* _About this task_: Every line that contains "needsAddress" must be located and copied from the data.
--- Record extracts Enclosed Below ---
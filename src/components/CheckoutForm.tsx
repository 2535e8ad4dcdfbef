import { useMemo, useState } from 'react';
import { useStore } from '@nanostores/react';
import { useForm, type FieldValues, type Path } from 'react-hook-form';
import { zodResolver } from '@hookform/resolvers/zod';
import type { z } from 'zod';
import { cart } from '~/stores/cart';
import { checkoutInput, countryCodes, countryName } from '~/lib/checkout';

type Props = { email: string; defaultCountry?: string };

/** The last step before paying: who the licence is for and what for, where prints go. Prices are the server's. */
export default function CheckoutForm({ email, defaultCountry = 'GB' }: Props) {
  const lines = useStore(cart);
  const needsLicensee = lines.some((l) => l.kind === 'licence');
  const needsAddress = lines.some((l) => l.kind === 'print');
  const countries = useMemo(() => countryCodes(), []);
  const [serverError, setServerError] = useState<string | null>(null);
  const { register, handleSubmit, formState } = useForm<FieldValues>({
    resolver: zodResolver(checkoutInput as unknown as z.ZodType<FieldValues, FieldValues>),
    values: { lines, ...(needsAddress ? { shipping: { country: defaultCountry } } : {}) },
  });

  async function submit(values: FieldValues) {
    setServerError(null);
    const response = await fetch('/api/account/checkout', { method: 'POST', headers: { 'Content-Type': 'application/json' }, body: JSON.stringify(values) });
    const body = await response.json().catch(() => null);
    if (response.ok && body?.url) {
      window.location.assign(body.url);
      return;
    }
    setServerError(body?.error?.message ?? `The shop answered ${response.status}.`);
  }

  if (lines.length === 0) return <p>Your cart is empty. <a href="/" className="text-ember underline">Back to the Gallery</a></p>;

  const error = (name: string) => {
    const parts = name.split('.');
    let node: any = formState.errors;
    for (const p of parts) node = node?.[p];
    return node?.message as string | undefined;
  };
  const field = (name: string, label: string, opts: { autoComplete?: string; textarea?: boolean; optional?: boolean } = {}) => {
    const err = error(name);
    const Tag = opts.textarea ? 'textarea' : 'input';
    return (
      <label className="block">
        <span className="mb-1 block text-sm font-medium">{label}{opts.optional && <span className="font-normal text-ink-soft"> (optional)</span>}</span>
        <Tag {...register(name as Path<FieldValues>)} autoComplete={opts.autoComplete} className={`field ${opts.textarea ? 'min-h-[5rem]' : ''}`} aria-invalid={Boolean(err)} />
        {err && <span className="mt-1 block text-sm text-ember">{err}</span>}
      </label>
    );
  };

  return (
    <form onSubmit={handleSubmit(submit)} noValidate className="space-y-10" data-testid="checkout-form">
      {needsLicensee && (
        <fieldset className="space-y-4">
          <legend className="mb-2 font-display text-2xl">The licence</legend>
          <p className="text-sm text-ink-soft">The licence names who may use the picture and for what. It is personal to the licensee.</p>
          {field('licensee.name', 'Licensee’s name', { autoComplete: 'name' })}
          {field('licensee.organisation', 'Organisation', { autoComplete: 'organization', optional: true })}
          {field('licensee.intendedUse', 'Intended use (publication, campaign, audience)', { textarea: true })}
          {error('licensee') && <p className="text-sm text-ember">{error('licensee')}</p>}
        </fieldset>
      )}
      {needsAddress && (
        <fieldset className="space-y-4">
          <legend className="mb-2 font-display text-2xl">Where the prints go</legend>
          {field('shipping.name', 'Name', { autoComplete: 'shipping name' })}
          {field('shipping.line1', 'Address', { autoComplete: 'shipping address-line1' })}
          {field('shipping.line2', 'Address, second line', { autoComplete: 'shipping address-line2', optional: true })}
          <div className="grid gap-4 sm:grid-cols-2">
            {field('shipping.city', 'Town or city', { autoComplete: 'shipping address-level2' })}
            {field('shipping.postalCode', 'Postcode', { autoComplete: 'shipping postal-code' })}
          </div>
          <label className="block">
            <span className="mb-1 block text-sm font-medium">Country</span>
            <select {...register('shipping.country')} className="field" autoComplete="shipping country">
              {countries.map((c) => <option key={c} value={c}>{countryName(c)}</option>)}
            </select>
            {error('shipping.country') && <span className="mt-1 block text-sm text-ember">{error('shipping.country')}</span>}
          </label>
        </fieldset>
      )}
      <div>
        <p className="mb-3 text-sm text-ink-soft">Signed in as {email}. The receipt goes there. Shipping is added for the country you chose; prices include VAT.</p>
        {serverError && <p role="alert" className="mb-3 rounded-sm border border-ember px-3 py-2 text-sm" data-testid="checkout-error">{serverError}</p>}
        <button type="submit" className="btn-primary" disabled={formState.isSubmitting} data-testid="go-to-payment">
          {formState.isSubmitting ? 'Opening the payment page…' : 'Continue to payment'}
        </button>
      </div>
    </form>
  );
}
--- End of Enclosed Record extracts ---
* _Solution_:
  const needsAddress = lines.some((l) => l.kind === 'print');
    values: { lines, ...(needsAddress ? { shipping: { country: defaultCountry } } : {}) },
      {needsAddress && (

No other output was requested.